The demon who had chosen him did not blink.
Steel came down in a straight, economical arc.
Eiden’s boots slipped half an inch in the mud before he moved.
Eiden moved—
Late.
The blade sliced across his collarbone instead of removing his throat. Pain detonated through his shoulder, bright enough to erase breath. He staggered into another conscript, lost balance, and crashed into the mud.
Boots pounded past his head. A shield slammed down inches from his face, catching a strike that would have split his skull.
“Up!” someone barked.
He rolled. A second blade carved into the earth where he had been.
Mud filled his mouth. Blood slicked his arm.
That wasn’t foresight. It was luck.
He forced himself upright, grip wrong on the spear, fingers slick. The demon stepped forward again—dark armor trimmed in muted red, movements precise and almost restrained.
No roar.
No flourish.
Just that steady, evaluating stillness.
The battlefield noise narrowed until it felt like they were fighting in a separate corridor of time.
The demon feinted left.
Eiden reacted right.
Correct.
Then the real strike came from the center.
Too fast.
Steel punched through his ribs.
Clean.
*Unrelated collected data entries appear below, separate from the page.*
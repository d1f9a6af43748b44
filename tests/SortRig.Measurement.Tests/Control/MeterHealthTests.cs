using SortRig.Measurement.Control;

namespace SortRig.Measurement.Tests.Control;

/// <summary>
/// A meter's accuracy stated as "% of reading + % of range" and the movement of a meter's gain judged against it:
/// common practice, no source. The figures are our own invented ones, worked by hand in the comments.
/// </summary>
public sealed class MeterHealthTests
{
    private static readonly DateTimeOffset s_t0 = new(2026, 3, 2, 8, 0, 0, TimeSpan.Zero);

    [Fact]
    public void AllowedPpm_ReadingPlusRangeTermAtTheValue()
    {
        // 0.0095 % of reading + 0.0006 % of the 100 kOhm range at 10 kOhm:
        // (0.0095 + 0.0006 * 100 000 / 10 000) % = (0.0095 + 0.006) % = 0.0155 % = 155 ppm (1 % = 10 000 ppm).
        Assert.Equal(155, MeterHealth.AllowedPpm(0.0095, 0.0006, 100_000, 10_000), 9);
    }

    [Fact]
    public void Judge_WarnsOnlyWhenMovedBeyondAllowance_FromTheFirstSessionInTimeOrder()
    {
        var rows = MeterHealth.Judge(
            [
                new SessionGain("c", s_t0.AddDays(60), -30, 4),
                new SessionGain("a", s_t0, 10, 6),
                new SessionGain("b", s_t0.AddDays(30), 40, 5),
            ],
            allowedPpm: 35
        );

        Assert.Equal(["a", "b", "c"], rows.Select(r => r.Gain.Session));
        Assert.Equal([0.0, 30.0, -40.0], rows.Select(r => r.MovedPpm));
        Assert.Null(rows[0].Warning);
        Assert.Null(rows[1].Warning); // 30 <= 35
        Assert.Contains("-40.0 ppm since a", rows[2].Warning, StringComparison.Ordinal);
    }

    [Fact]
    public void Judge_Empty_NoRows() => Assert.Empty(MeterHealth.Judge([], 10));
}
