using SortRig.Measurement.Control;

namespace SortRig.Measurement.Tests.Control;

public sealed class ChartLimitsTests
{
    [Fact]
    public void FromHistory_ShortSeries_MatchesLimitsWorkedByHand()
    {
        // Individuals and moving-range chart (Montgomery ch. 6.4; NIST/SEMATECH e-Handbook sec. 6.3.2.2):
        // x = 10.0, 10.4, 9.8, 10.2, 10.1
        // mean   = (10.0 + 10.4 + 9.8 + 10.2 + 10.1) / 5 = 50.5 / 5 = 10.1
        // MR     = |10.4-10.0|, |9.8-10.4|, |10.2-9.8|, |10.1-10.2| = 0.4, 0.6, 0.4, 0.1
        // MR-bar = 1.5 / 4 = 0.375
        // sigma  = MR-bar / d2 = 0.375 / 1.128 = 0.33244681
        // UCL    = 10.1 + 3 * 0.33244681 = 10.1 + 0.99734043 = 11.09734043
        // LCL    = 10.1 - 0.99734043 = 9.10265957
        // MR UCL = D4 * MR-bar = 3.267 * 0.375 = 1.225125; MR LCL = D3 * MR-bar = 0
        ChartLimits limits = ChartLimits.FromHistory([10.0, 10.4, 9.8, 10.2, 10.1]);

        Assert.Equal(10.1, limits.Centre, 12);
        Assert.Equal(0.375, limits.MovingRangeMean, 12);
        Assert.Equal(0.33244681, limits.Sigma, 8);
        Assert.Equal(11.09734043, limits.Upper, 8);
        Assert.Equal(9.10265957, limits.Lower, 8);
        Assert.Equal(1.225125, limits.MovingRangeUpper, 12);
        Assert.Equal(0, limits.MovingRangeLower);
        Assert.Equal(5, limits.HistoryCount);
    }

    [Fact]
    public void FromHistory_RepeatingValues_UsesSigmaFloorForBothCharts()
    {
        // A simulated meter may repeat exactly: MR-bar = 0 would give zero-width limits.
        ChartLimits limits = ChartLimits.FromHistory([5.0, 5.0, 5.0], sigmaFloor: 0.01);

        Assert.Equal(0.01, limits.Sigma, 12);
        Assert.Equal(5.03, limits.Upper, 12);
        Assert.Equal(4.97, limits.Lower, 12);

        // The moving-range limit follows the floored sigma: D4 * d2 * sigma = 3.267 * 1.128 * 0.01 = 0.03685176.
        // (Found by the check crash test: a 2 ppm step failed the MR test against an unfloored MR-bar.)
        Assert.Equal(0.03685176, limits.MovingRangeUpper, 10);
    }

    [Fact]
    public void FromHistory_OneValue_Throws() => Assert.Throws<ArgumentException>(() => ChartLimits.FromHistory([1.0]));

    [Fact]
    public void Provisional_ThreeSigmaAroundCentre()
    {
        ChartLimits limits = ChartLimits.Provisional(100, 0.5);

        Assert.Equal(101.5, limits.Upper, 12);
        Assert.Equal(98.5, limits.Lower, 12);
        Assert.True(double.IsPositiveInfinity(limits.MovingRangeUpper));
    }
}
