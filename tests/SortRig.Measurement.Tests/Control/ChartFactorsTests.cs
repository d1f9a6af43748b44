using MathNet.Numerics.Distributions;
using SortRig.Measurement.Control;

namespace SortRig.Measurement.Tests.Control;

public sealed class ChartFactorsTests
{
    // Published table of control-chart factors: Montgomery, Introduction to Statistical Quality Control,
    // Appendix VI "Factors for constructing variables control charts" (same figures in ASTM E2587);
    // written here from memory, three decimals.  n, d2, d3, D3, D4
    public static TheoryData<int, double, double, double, double> Published =>
        new()
        {
            { 2, 1.128, 0.853, 0.000, 3.267 },
            { 3, 1.693, 0.888, 0.000, 2.574 },
            { 4, 2.059, 0.880, 0.000, 2.282 },
            { 5, 2.326, 0.864, 0.000, 2.114 },
            { 6, 2.534, 0.848, 0.000, 2.004 },
            { 7, 2.704, 0.833, 0.076, 1.924 },
            { 8, 2.847, 0.820, 0.136, 1.864 },
            { 9, 2.970, 0.808, 0.184, 1.816 },
            { 10, 3.078, 0.797, 0.223, 1.777 },
        };

    [Theory]
    [MemberData(nameof(Published))]
    public void Factors_MatchPublishedTable(int n, double d2, double d3, double bigD3, double bigD4)
    {
        Assert.Equal(d2, ChartFactors.D2(n), 3);
        Assert.Equal(d3, ChartFactors.LowerD3(n), 3);
        Assert.Equal(bigD3, ChartFactors.BigD3(n), 3);
        Assert.Equal(bigD4, ChartFactors.BigD4(n), 3);
    }

    [Theory]
    [MemberData(nameof(Published))]
    public void Factors_AgreeWithRangeDistributionOfNormalSamples(
        int n,
        double d2,
        double d3,
        double bigD3,
        double bigD4
    )
    {
        // Textbook identities (Tippett 1925; Montgomery ch. 6): for the range W of n standard normal values,
        // E[W] = integral of 1 - Phi(x)^n - (1 - Phi(x))^n dx, and
        // E[W^2] = 2 double-integral over x < y of 1 - Phi(y)^n - (1 - Phi(x))^n + (Phi(y) - Phi(x))^n.
        // d3 = sqrt(E[W^2] - E[W]^2); D3 = max(0, 1 - 3 d3 / d2); D4 = 1 + 3 d3 / d2.
        const double step = 0.02,
            lo = -8,
            hi = 8;
        int m = (int)((hi - lo) / step) + 1;
        var phi = new double[m];
        for (int i = 0; i < m; i++)
        {
            phi[i] = Normal.CDF(0, 1, lo + (i * step));
        }

        double mean = 0,
            second = 0;
        for (int i = 0; i < m; i++)
        {
            mean += Weight(i, m) * (1 - Math.Pow(phi[i], n) - Math.Pow(1 - phi[i], n));
        }

        mean *= step;
        for (int j = 0; j < m; j++)
        {
            double inner = 0;
            for (int i = 0; i <= j; i++)
            {
                double f = 1 - Math.Pow(phi[j], n) - Math.Pow(1 - phi[i], n) + Math.Pow(phi[j] - phi[i], n);
                inner += (i == 0 || i == j ? 0.5 : 1) * f; // trapezoid in x up to y
            }

            second += Weight(j, m) * inner * step;
        }

        second *= 2 * step;
        double computedD3 = Math.Sqrt(second - (mean * mean));
        Assert.Equal(d2, mean, 3);
        Assert.Equal(d3, computedD3, 3);
        Assert.Equal(bigD4, 1 + (3 * computedD3 / mean), 2);
        Assert.Equal(bigD3, Math.Max(0, 1 - (3 * computedD3 / mean)), 2);
    }

    [Theory]
    [InlineData(1)]
    [InlineData(11)]
    public void D2_OutsideTable_Throws(int n) => Assert.Throws<ArgumentOutOfRangeException>(() => ChartFactors.D2(n));

    private static double Weight(int i, int m) => i == 0 || i == m - 1 ? 0.5 : 1;
}
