func (s *searcher) activeBindings(pp *PPart, ci int, out []binding) []binding {
	w := s.w
	p := w.parts[ci]
	var choiceBuf [4][8]int
	var choiceN [4]int
	if len(pp.Pins) > len(choiceBuf) {
		return out
	}
	choices := make([][]int, len(pp.Pins))
	for i, pin := range pp.Pins {
		role := graph.TermRole(pin.Key)
		for j := range p.Pins {
			if w.roles[ci][j] == role && choiceN[i] < len(choiceBuf[i]) {
				choiceBuf[i][choiceN[i]] = w.pins[ci][j]
				choiceN[i]++
				choices[i] = choiceBuf[i][:choiceN[i]]
				if role != graph.RoleGrid {
					break // one control, common, output per section
				}
			}
		}
		if len(choices[i]) == 0 {
			return out
		}
	}
	cur := binding{n: len(pp.Pins)}
	var rec func(i int)
	rec = func(i int) {
		if i == len(pp.Pins) {
			out = append(out, cur)
			return
		}
		for _, n := range choices[i] {
			cur.net[i] = n
			rec(i + 1)
		}
	}
	rec(0)
	return out
}

func (s *searcher) transformerBindings(pp *PPart, ci int, out []binding) []binding {
	w := s.w
	coils := w.coils[ci]
	if len(pp.Windings) > maxWindings || len(pp.Windings) > len(coils) {
		return out
	}
	used := make([]bool, len(coils))
	var cur binding
	cur.ncoil = len(pp.Windings)
	var rec func(i int)
	rec = func(i int) {
		if i == len(pp.Windings) {
			out = append(out, cur)
			return
		}
		pw := pp.Windings[i]
		for c, cl := range coils {
			if used[c] {
				continue
			}
			var ends [][]int
			switch {
			case len(pw) == 3 && len(cl.pins) == 3:
				one, t, two := w.pinNet(ci, cl.pins[0]), w.pinNet(ci, cl.pins[1]), w.pinNet(ci, cl.pins[2])
				ends = [][]int{{one, t, two}, {two, t, one}}
			case len(pw) == 2:
				one, two := w.pinNet(ci, cl.pins[0]), w.pinNet(ci, cl.pins[len(cl.pins)-1])
				ends = [][]int{{one, two}, {two, one}}
			default:
				continue
			}
			used[c] = true
			cur.coil[i] = c
			for _, e := range ends {
				if cur.n+len(e) > maxSlots {
					continue
				}
				copy(cur.net[cur.n:], e)
				cur.n += len(e)
				rec(i + 1)
				cur.n -= len(e)
			}
			used[c] = false
		}
	}
	rec(0)
	return out
}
Efficient.
Air fled him in a wet gasp.
The demon did not wrench the blade free immediately. He leaned in slightly, studying Eiden’s face.
Curiosity. Not hatred.
That unsettled him more.
The thought arrived as his vision tunneled.
Then darkness snapped closed.
Stone pressed into his palms.
“...successful resonance!”
Eiden inhaled violently, choking on incense and memory.
Same chamber. Same vaulted ceiling. Same procedural voices discussing “viability.”
He did not check his wound.
He knew it was gone.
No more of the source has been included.